I tried writing below code, however, the processing time is also huge. Is there any other way to approach this?
try:
for obj in bucket.objects.filter(Prefix=source_folder):
old_source = {'Bucket': obj.bucket_name,'Key': obj.key}
file_count = file_count+1
new_obj = bucket.Object(final_file)
new_obj.copy(old_source)
except Exception as e:
logger.print("The process has failed to copy files from sftp location to base location", e)
exit(1)
I was thinking of merging the data into 1 single json file before moving the file. However, I am new to Python and AWS and am struggling to understand how should I read and write the data.
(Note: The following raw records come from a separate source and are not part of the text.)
package org.isthmus.language.scoping;

import com.google.common.base.Predicate;
import java.util.ArrayList;
import java.util.List;
import org.eclipse.emf.ecore.EClass;
import org.eclipse.emf.ecore.resource.Resource;
import org.eclipse.emf.ecore.resource.ResourceSet;
import org.eclipse.xtext.naming.QualifiedName;
import org.eclipse.xtext.resource.EObjectDescription;
import org.eclipse.xtext.resource.IEObjectDescription;
import org.eclipse.xtext.scoping.IScope;
import org.eclipse.xtext.scoping.impl.DefaultGlobalScopeProvider;
import org.eclipse.xtext.scoping.impl.SimpleScope;
import org.isthmus.language.isthmus.CatalogueEntry;
import org.isthmus.language.isthmus.IsthmusPackage;
import org.isthmus.language.isthmus.LatticeDeclaration;

/** Behind the declarations of all files: the shipped lattices, and the names of the catalogue. */
public class IsthmusGlobalScopeProvider extends DefaultGlobalScopeProvider {
    @Override
    protected IScope getScope(
            IScope parent, Resource context, boolean ignoreCase, EClass type, Predicate<IEObjectDescription> filter) {
        return super.getScope(new SimpleScope(parent, builtIns(context, type)), context, ignoreCase, type, filter);
    }

    private static List<IEObjectDescription> builtIns(Resource context, EClass type) {
        List<IEObjectDescription> names = new ArrayList<>();
        ResourceSet resources = context.getResourceSet();
        if (resources == null) {
            return names;
        }
        if (type.isSuperTypeOf(IsthmusPackage.Literals.LATTICE_DECLARATION)
                && !BuiltIns.LIBRARY.equals(context.getURI())) {
            for (LatticeDeclaration lattice : BuiltIns.lattices(resources)) {
                names.add(EObjectDescription.create(QualifiedName.create(lattice.getName()), lattice));
                names.add(EObjectDescription.create(
                        QualifiedName.create("isthmus", "lattices", lattice.getName()), lattice));
            }
        }
        if (type.isSuperTypeOf(IsthmusPackage.Literals.CATALOGUE_ENTRY)) {
            for (CatalogueEntry entry : BuiltIns.expressionNames(resources)) {
                names.add(EObjectDescription.create(QualifiedName.create(entry.getName()), entry));
            }
        }
        return names;
    }
}
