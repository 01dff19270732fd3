package org.isthmus.language.scoping;

import org.eclipse.emf.ecore.EObject;
import org.eclipse.xtext.resource.IEObjectDescription;
import org.eclipse.xtext.resource.impl.DefaultResourceDescriptionStrategy;
import org.eclipse.xtext.util.IAcceptor;
import org.isthmus.language.isthmus.FileMember;
import org.isthmus.language.isthmus.Material;
import org.isthmus.language.isthmus.Quantity;
import org.isthmus.language.isthmus.SourceFile;

/** Other files see the declarations of a file and the quantities of its materials, not what is inside a device. */
public class DeclarationIndexStrategy extends DefaultResourceDescriptionStrategy {
    @Override
    public boolean createEObjectDescriptions(EObject object, IAcceptor<IEObjectDescription> acceptor) {
        if (object instanceof SourceFile) {
            return true;
        }
        if (object instanceof FileMember || object instanceof Quantity) {
            super.createEObjectDescriptions(object, acceptor);
            return object instanceof Material;
        }
        return false;
    }
}
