package org.isthmus.language.formatting;

import static org.junit.jupiter.api.Assertions.assertEquals;

import com.google.inject.Inject;
import org.eclipse.xtext.resource.XtextResource;
import org.eclipse.xtext.testing.InjectWith;
import org.eclipse.xtext.testing.extensions.InjectionExtension;
import org.eclipse.xtext.testing.util.ParseHelper;
import org.isthmus.language.isthmus.SourceFile;
import org.isthmus.language.tests.IsthmusInjectorProvider;
import org.junit.jupiter.api.Test;
import org.junit.jupiter.api.extension.ExtendWith;

@ExtendWith(InjectionExtension.class)
@InjectWith(IsthmusInjectorProvider.class)
class IsthmusFormatterTest {
    @Inject
    private ParseHelper<SourceFile> parser;

    @Inject
    private FileLayout layout;

    private String formatted(String text) throws Exception {
        return layout.format((XtextResource) parser.parse(text).eResource());
    }

    private static final String CANONICAL =
            """
            namespace harbour.wires;

            import harbour.materials.*;
            import harbour.lattices.Comb;

            // the pitch of the mask
            let pitch = 0.25 nm; // measured
            let area = pitch^2;

            material GaAs { mass = 0.067 me; g = -0.44; }

            lattice Comb(a = 0.3 nm, t = 1 eV) {
                vector u = (a, 0 nm);
                site A at (0 nm, 0 nm);
                site B at (0 nm, a/2) { orbitals = 2; energy = 2*t; }
                hopping A -> A over -u = -t*sigma0 + 1i*alpha/(2*a)*sigmaY;

                /* kept */
                overlap A -> A over 2*u = 0.1;
            }

            /** A wire. */
            device Wire extends Base {
                parameter height : energy = 0.5 eV in 0 eV .. 2 eV;
                parameter D : energy^2 = 1e-4 eV^2;
                lattice Comb(a = pitch);
                body box(0 nm .. 9 nm) - disc((3 nm, -1 nm), 2 nm) & ring((0 nm, 0 nm), 1 nm, 2 nm);
                potential bump = -height*x/nm where not x < 3 nm and 0 nm <= x <= -(1 nm);
                hopping weak scaled 0.5 where x > 3 nm;
                magnetic field = 5 T;
                lead source from left { temperature = 300 K; floating; }
                dephasing phonons correlated(exp(-distance/nm)) {
                    calibrate mobility = 1500 cm^2/(V*s) at 0.1 eV;
                }
                replace potential dent = [[1, 2], [3, 4]]*1 eV;
                remove potential dent2;
            }

            measurement Spectrum of Wire {
                energy = 0 eV .. 1 eV in 201 points;
                record transmission, ldos at (height = 0.3 eV, 0.2 V);
                expect max(abs(current(source) + current(drain))) <= 1e-12 A within 5 %;
                expect transmission(source, drain) at -0.2 eV == 1;
            }
            """;

    @Test
    void theCanonicalLayoutStays() throws Exception {
        assertEquals(CANONICAL, formatted(CANONICAL));
    }

    @Test
    void whiteSpaceDoesNotMatter() throws Exception {
        String untidy = CANONICAL
                .replace(" = ", "=")
                .replace(", ", " ,  ")
                .replace("    ", "\t ")
                .replace(" + ", "+")
                .replaceAll("(?<=[a-z0-9])\\*(?=[a-z(])", " * ");
        assertEquals(CANONICAL, formatted(untidy));
    }

    @Test
    void formattingTwiceIsFormattingOnce() throws Exception {
        String untidy = "let a=1;device D{body box(0 nm..1 nm);\n\n\n\nlead l from left;}\n\n\n\n// end\nlet b=2;";
        String once = formatted(untidy);
        assertEquals(once, formatted(once));
        assertEquals(
                """
                let a = 1;

                device D {
                    body box(0 nm .. 1 nm);

                    lead l from left;
                }

                // end
                let b = 2;
                """,
                once);
    }
}
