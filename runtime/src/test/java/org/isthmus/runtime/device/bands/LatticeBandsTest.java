package org.isthmus.runtime.device.bands;

import static org.junit.jupiter.api.Assertions.assertArrayEquals;
import static org.junit.jupiter.api.Assertions.assertEquals;
import static org.junit.jupiter.api.Assertions.assertTrue;

import java.util.List;
import org.isthmus.runtime.device.Lattice;
import org.isthmus.runtime.device.SiteTable;
import org.junit.jupiter.api.Test;

class LatticeBandsTest {
    private static Lattice chain(double t, double s) {
        SiteTable.Builder basis = new SiteTable.Builder(1);
        basis.add(0, 0, 0, 0, 1, new double[] {2 * t, 0});
        return new Lattice(
                "chain",
                List.of(new Lattice.Vector(1, 0, 0)),
                basis.build(),
                List.of(new Lattice.Bond(0, 0, List.of(1, 0, 0), List.of(-t, 0.0))),
                s == 0 ? List.of() : List.of(new Lattice.Bond(0, 0, List.of(1, 0, 0), List.of(s, 0.0))),
                2);
    }

    private static Lattice honeycomb(double t) {
        SiteTable.Builder basis = new SiteTable.Builder(2);
        basis.add(0, 0, 0, 0, 1, new double[] {0, 0});
        basis.add(0, 1 / Math.sqrt(3), 0, 1, 1, new double[] {0, 0});
        return new Lattice(
                "honeycomb",
                List.of(new Lattice.Vector(1, 0, 0), new Lattice.Vector(0.5, Math.sqrt(0.75), 0)),
                basis.build(),
                List.of(
                        new Lattice.Bond(0, 1, List.of(0, 0, 0), List.of(-t, 0.0)),
                        new Lattice.Bond(0, 1, List.of(0, -1, 0), List.of(-t, 0.0)),
                        new Lattice.Bond(0, 1, List.of(1, -1, 0), List.of(-t, 0.0))),
                List.of(),
                2);
    }

    /** E = 2t(1 − cos θ). */
    @Test
    void chainByItsClosedForm() {
        LatticeBands bands = new LatticeBands(chain(1.5, 0));
        assertEquals(3 * (1 - Math.cos(0.7)), bands.energies(0.7)[0], 1e-14);
        assertEquals(0, bands.edges().bottom(), 1e-12);
        assertEquals(6, bands.edges().top(), 1e-12);
    }

    /** E = (2t − 2t cos θ)/(1 + 2s cos θ). */
    @Test
    void overlapByItsClosedForm() {
        LatticeBands bands = new LatticeBands(chain(1, 0.2));
        assertEquals(2 * (1 - Math.cos(1.1)) / (1 + 0.4 * Math.cos(1.1)), bands.energies(1.1)[0], 1e-12);
        assertEquals(0.6, bands.smallestOverlap(), 1e-12);
        assertEquals(-0.8, new LatticeBands(chain(1, 0.9)).smallestOverlap(), 1e-12);
    }

    /** ±t|1 + e^{iθ1} + e^{iθ2}|-like bands of the honeycomb: ±3t at Γ, 0 at (2π/3, −2π/3) (common practice). */
    @Test
    void honeycombByItsClosedForm() {
        LatticeBands bands = new LatticeBands(honeycomb(2.7));
        assertArrayEquals(new double[] {-8.1, 8.1}, bands.energies(0, 0), 1e-12);
        double a = 0.4;
        double b = -1.3;
        double re = 1 + Math.cos(b) + Math.cos(a - b);
        double im = -Math.sin(b) + Math.sin(a - b);
        assertEquals(2.7 * Math.hypot(re, im), bands.energies(a, b)[1], 1e-12);
        assertEquals(0, bands.energies(2 * Math.PI / 3, -2 * Math.PI / 3)[1], 1e-12);
        assertEquals(-8.1, bands.edges().bottom(), 1e-12);
    }

    /** 1 − 2(1 − cos θ)/θ² at the θ with 2t(1 − cos θ) = E. */
    @Test
    void errorOfAChain() {
        LatticeBands bands = new LatticeBands(chain(1, 0));
        double theta = 0.9;
        double energy = 2 * (1 - Math.cos(theta));
        double error = 1 - energy / (theta * theta);
        assertEquals(error, bands.dispersionError(energy).orElseThrow(), 1e-6);
        assertTrue(bands.dispersionError(-0.1).isEmpty());
        double factor = bands.spacingFactor(energy, 0.05).orElseThrow();
        // a finer spacing scales t by 1/factor²
        LatticeBands finer = new LatticeBands(chain(1 / (factor * factor), 0));
        assertEquals(0.05, finer.dispersionError(energy).orElseThrow(), 1e-5);
        assertTrue(finer.spacingFactor(energy, 0.051).isEmpty());
        assertEquals(1 - 4 / (Math.PI * Math.PI), bands.dispersionError(5).orElseThrow(), 1e-5);
    }

    /** Rashba wire: bands 2t(1 − cos θ) ± α/a·sin θ, bottom at tan θ = α/(2ta) (closed form). */
    @Test
    void twoOrbitals() {
        double t = 1;
        double r = 0.3;
        SiteTable.Builder basis = new SiteTable.Builder(1);
        basis.add(0, 0, 0, 0, 2, new double[] {2 * t, 0, 0, 0, 0, 0, 2 * t, 0});
        // −t + i(r/2)σy = [[−t, r/2], [−r/2, −t]]
        Lattice wire = new Lattice(
                "rashba",
                List.of(new Lattice.Vector(1, 0, 0)),
                basis.build(),
                List.of(new Lattice.Bond(0, 0, List.of(1, 0, 0), List.of(-t, 0.0, r / 2, 0.0, -r / 2, 0.0, -t, 0.0))),
                List.of(),
                1);
        LatticeBands bands = new LatticeBands(wire);
        double theta = 0.8;
        double[] expected = {
            2 * t * (1 - Math.cos(theta)) - r * Math.sin(theta), 2 * t * (1 - Math.cos(theta)) + r * Math.sin(theta)
        };
        assertArrayEquals(expected, bands.energies(theta), 1e-12);
        assertEquals(2 * t - Math.sqrt(4 * t * t + r * r), bands.edges().bottom(), 1e-10);
    }
}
I was trying to do below but am kind of stuck.
paginator = s3_client.get_paginator('list_objects_v2')
pages = paginator.paginate(Bucket=s3_bucket, Prefix=FOLDER)
response = []
for page in pages:
for obj in page['Contents']:
read_files = obj["Key"]
result = s3_client.get_object(Bucket=s3_bucket, Key=read_files)
text = result["Body"].read().decode()
response = response.append(text)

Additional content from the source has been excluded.